Tirò fuori un cazzo finto realistico con la cappella, le palle, la ventosa, ecc. lo mise di fianco al mio.
“Avevo visto giusto, le dimensioni corrispondono più o meno. Ora hai due alternative: o fai da solo oppure lo faccio fare alla macchina. Solo dopo che ti vedrò con questo infilato fino alle palle ti riterrò sverginato.”
Non volevo più essere legato alla macchina e tenevo l’infilata, scelsi di fare da solo.
Mi diede il lubrificante, me lo misi addosso e sul dildo. Poi provai a infilarlo cambiando posizioni sotto lo sguardo severo.
Non ci riuscivo.
“Guarda, fai così” lo fissò a terra con la ventosa “ora accucciati sopra.”
Mi accucciai fino a sentire la punta poi con uno sforzo lo feci entrare, già solo la cappella era impegnativa. Con dei piccoli movimenti lo feci entrare di più.

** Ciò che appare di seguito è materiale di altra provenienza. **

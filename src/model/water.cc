#include "model/water.h"

#include <cmath>

namespace gradeline {

double water_density_kgm3(double t) {
  constexpr double a1 = -3.983035;   // C
  constexpr double a2 = 301.797;     // C
  constexpr double a3 = 522528.9;    // C^2
  constexpr double a4 = 69.34881;    // C
  constexpr double a5 = 999.974950;  // kg/m^3
  return a5 * (1.0 - (t + a1) * (t + a1) * (t + a2) / (a3 * (t + a4)));
}

double iapws2008_viscosity_pas(double temperature_k, double density_kgm3) {
  constexpr double kCriticalTemperature_k = 647.096;
  constexpr double kCriticalDensity_kgm3 = 322.0;
  const double tr = temperature_k / kCriticalTemperature_k;
  const double dr = density_kgm3 / kCriticalDensity_kgm3;

  // IAPWS 2008, eq. (11): the dilute-gas limit.
  constexpr double h0[4] = {1.67752, 2.20462, 0.6366564, -0.241605};
  double denominator = 0.0;
  for (int i = 0; i < 4; ++i) denominator += h0[i] / std::pow(tr, i);
  const double mu0 = 100.0 * std::sqrt(tr) / denominator;

  // IAPWS 2008, eq. (12), table 2: the residual contribution, H[i][j].
  constexpr double h1[6][7] = {
      {5.20094e-1, 2.22531e-1, -2.81378e-1, 1.61913e-1, -3.25372e-2, 0.0, 0.0},
      {8.50895e-2, 9.99115e-1, -9.06851e-1, 2.57399e-1, 0.0, 0.0, 0.0},
      {-1.08374, 1.88797, -7.72479e-1, 0.0, 0.0, 0.0, 0.0},
      {-2.89555e-1, 1.26613, -4.89837e-1, 0.0, 6.98452e-2, 0.0, -4.35673e-3},
      {0.0, 0.0, -2.57040e-1, 0.0, 0.0, 8.72102e-3, 0.0},
      {0.0, 1.20573e-1, 0.0, 0.0, 0.0, 0.0, -5.93264e-4},
  };
  double sum = 0.0;
  for (int i = 0; i < 6; ++i) {
    for (int j = 0; j < 7; ++j) {
      sum += h1[i][j] * std::pow(1.0 / tr - 1.0, i) * std::pow(dr - 1.0, j);
    }
  }
  const double mu1 = std::exp(dr * sum);
  return mu0 * mu1 * 1e-6;  // the release gives mu in micro-pascal seconds
}

double water_dynamic_viscosity_pas(double temperature_c) {
  return iapws2008_viscosity_pas(temperature_c + 273.15, water_density_kgm3(temperature_c));
}

double water_kinematic_viscosity_m2s(double temperature_c) {
  return water_dynamic_viscosity_pas(temperature_c) / water_density_kgm3(temperature_c);
}

}  // namespace gradeline
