#include "model/demand_cases.h"

#include "model/parallel.h"

namespace gradeline {

std::vector<DemandCase> cases_of(const Network& net) {
  if (!net.cases.empty()) return net.cases;
  DemandCase base;
  base.name = kBaseCaseName;
  return {base};
}

std::vector<double> case_demands(const Network& net, const DemandCase& c) {
  std::vector<double> q(net.nodes.size(), 0.0);
  for_each_index(static_cast<std::ptrdiff_t>(net.nodes.size()), [&](std::ptrdiff_t n) {
    const Node& node = net.nodes[n];
    if (node.is_fixed_head()) return;
    double factor = c.factor;
    for (const auto& [category, f] : c.category_factors) {
      if (category == node.demand_category) factor = f;
    }
    q[n] = factor * node.demand_m3s;
  });
  for (const auto& [node, flow] : c.draws_m3s) q[node] += flow;
  return q;
}

Criteria criteria_for(const Network& net, const std::string& case_name) {
  Criteria out = net.limits;
  for (const CaseCriteria& c : net.case_limits) {
    if (c.case_name != case_name) continue;
    if (c.criteria.min_pressure_m) out.min_pressure_m = c.criteria.min_pressure_m;
    if (c.criteria.max_pressure_m) out.max_pressure_m = c.criteria.max_pressure_m;
    if (c.criteria.max_velocity_ms) out.max_velocity_ms = c.criteria.max_velocity_ms;
  }
  return out;
}

}  // namespace gradeline
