// Units at the input and output boundary. Inside gradeline every quantity is SI.
//
// A value in a network file is a number with an optional unit glued to it ("250mm", "3.2L/s").
// A bare number takes the default unit of the file's unit system (see docs/units.md). Unit
// names are matched without regard to case, the way engineers write them ("L/s", "l/s", "LPS").
#pragma once

#include <string>
#include <string_view>
#include <vector>

#include "gradeline/network.h"

namespace gradeline {

enum class Dimension {
  kLength,       // pipe length, elevation, head: default m | ft
  kDiameter,     // default mm | in
  kRoughness,    // default mm | in
  kFlow,         // default L/s | gpm
  kPressure,     // default kPa | psi; a length unit means a head of the fluid
  kTemperature,  // default C | F; stored in C
  kViscosity,    // kinematic; default m2/s | ft2/s
  kDensity,      // default kg/m3 | lb/ft3
  kVelocity,     // default m/s | ft/s
  kDimensionless,
};

const char* dimension_name(Dimension d);

struct Quantity {
  double value = 0.0;    // SI (temperature in C; a pressure given as head: m of fluid)
  bool is_head = false;  // kPressure only: the value is a head in m, not pascals
};

struct UnitParse {
  bool ok = false;
  Quantity quantity;
  std::string error;  // when !ok
};

// Parses "NUMBER[UNIT]". Rejects hexadecimal, inf and nan, and units of another dimension.
UnitParse parse_quantity(std::string_view text, Dimension dimension, UnitSystem system);

// Parses a plain finite number with no unit.
bool parse_number(std::string_view text, double* value);

// The unit names accepted for a dimension, for messages and docs.
std::vector<std::string> unit_names(Dimension dimension);

// Output conversions for reports in the file's unit system.
struct DisplayUnit {
  const char* name;
  double per_si;  // display value = SI value * per_si
};
DisplayUnit display_flow(UnitSystem system);
DisplayUnit display_length(UnitSystem system);
DisplayUnit display_diameter(UnitSystem system);
DisplayUnit display_pressure(UnitSystem system);
DisplayUnit display_velocity(UnitSystem system);

}  // namespace gradeline
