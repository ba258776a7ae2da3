// Loops over the elements of a network, on every core when there are enough of them.
//
// An OpenMP region costs about 0.2 us even when its `if` clause keeps it on one thread (the
// runtime still sets up and tears down a team). A sizing run solves a small network hundreds
// of thousands of times, entering some twenty regions per solve, so below the threshold these
// helpers run a plain loop and never enter one.
#pragma once

#include <cstddef>

namespace gradeline {

// Loops over at least this many nodes or links run on every core; below it, starting the
// threads costs more than they save.
inline constexpr std::ptrdiff_t kParallelElements = 20000;

// body(i) for every i in [0, count), each i exactly once; from kParallelElements on, the
// indices are shared among the cores in contiguous halves (a static schedule), so body must
// touch nothing another index writes.
template <typename Body>
void for_each_index(std::ptrdiff_t count, Body&& body) {
  if (count >= kParallelElements) {
#pragma omp parallel for schedule(static)
    for (std::ptrdiff_t i = 0; i < count; ++i) body(i);
  } else {
    for (std::ptrdiff_t i = 0; i < count; ++i) body(i);
  }
}

}  // namespace gradeline
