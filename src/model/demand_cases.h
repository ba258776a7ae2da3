// Demand cases: the demand of every node in a named case.
//   q_n = factor_c(category of n) * base_n + sum of the case's draws at n,
// where factor_c is the case's factor for that category when it gives one, else its factor.
// With no case defined, the base demands form one case named "base".
#pragma once

#include <string>
#include <vector>

#include "gradeline/network.h"

namespace gradeline {

inline constexpr const char* kBaseCaseName = "base";

// The cases to solve: those of the network, or the single base case.
std::vector<DemandCase> cases_of(const Network& network);

std::vector<double> case_demands(const Network& network, const DemandCase& demand_case);

// The criteria in force for a case: the network-wide ones, overridden field by field.
Criteria criteria_for(const Network& network, const std::string& case_name);

}  // namespace gradeline
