// Properties of liquid water at atmospheric pressure (0.101325 MPa), 0-40 C.
//
// Density: Tanaka, Girard, Davis, Peuto & Bignell (2001), "Recommended table for the density of
//   water between 0 C and 40 C based on recent experimental reports", Metrologia 38, 301-309:
//   rho = a5 * (1 - (t + a1)^2 (t + a2) / (a3 (t + a4))), t in C, rho in kg/m^3.
//   (Air-free water of standard isotopic composition.)
// Dynamic viscosity: IAPWS (2008), "Release on the IAPWS Formulation 2008 for the Viscosity of
//   Ordinary Water Substance", mu = mu0(T) * mu1(T, rho); the critical enhancement mu2 is 1
//   to far better than 1e-6 this far from the critical point.
// Kinematic viscosity nu = mu / rho, m^2/s.
#pragma once

namespace gradeline {

inline constexpr double kWaterMinTemperature_c = 0.0;
inline constexpr double kWaterMaxTemperature_c = 40.0;

double water_density_kgm3(double temperature_c);
double water_dynamic_viscosity_pas(double temperature_c);
// The IAPWS 2008 equations at a given temperature (K) and density (kg/m^3), without mu2.
double iapws2008_viscosity_pas(double temperature_k, double density_kgm3);
double water_kinematic_viscosity_m2s(double temperature_c);

}  // namespace gradeline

“Non mi basta, lo voglio tutto, ora ti aiuto. Siediti chiappe a terra.” Portai le gambe avanti, ora non avevo più protezione.
Scesi del tutto, mi sedetti per terra. Le mie palle toccavano le palle finte e ovviamente sentivo quel cazzo finto tutto dentro, con il buco spalancato allo stremo.
“Bene ora sai cosa vuol dire prenderlo tutto nel culo. E nella tua testa sai che hai il culo sverginato, aperto e pronto a prendere cazzi. Quante volte sei venuto prima?”
“Non lo so, ho perso il conto.”
“Verrai un’altra volta”
Si chinó su di me, e mi prese il cazzo in bocca. Era ultrasensibile per via dell’anello e per gli orgasmi multipli che avevo avuto. Fu un pompino al limite del dolore, venni abbastanza presto.
“Non farci l’abitudine, avevo voglia di uno schizzetto di sperma. Ora alzati, togliti quella roba dal culo e dal cazzo, fatti un’altra doccia. Dormirai qui stanotte, domani andiamo a fare un giro. Come vedi non c’è una stanza degli ospiti userai questo materassino.”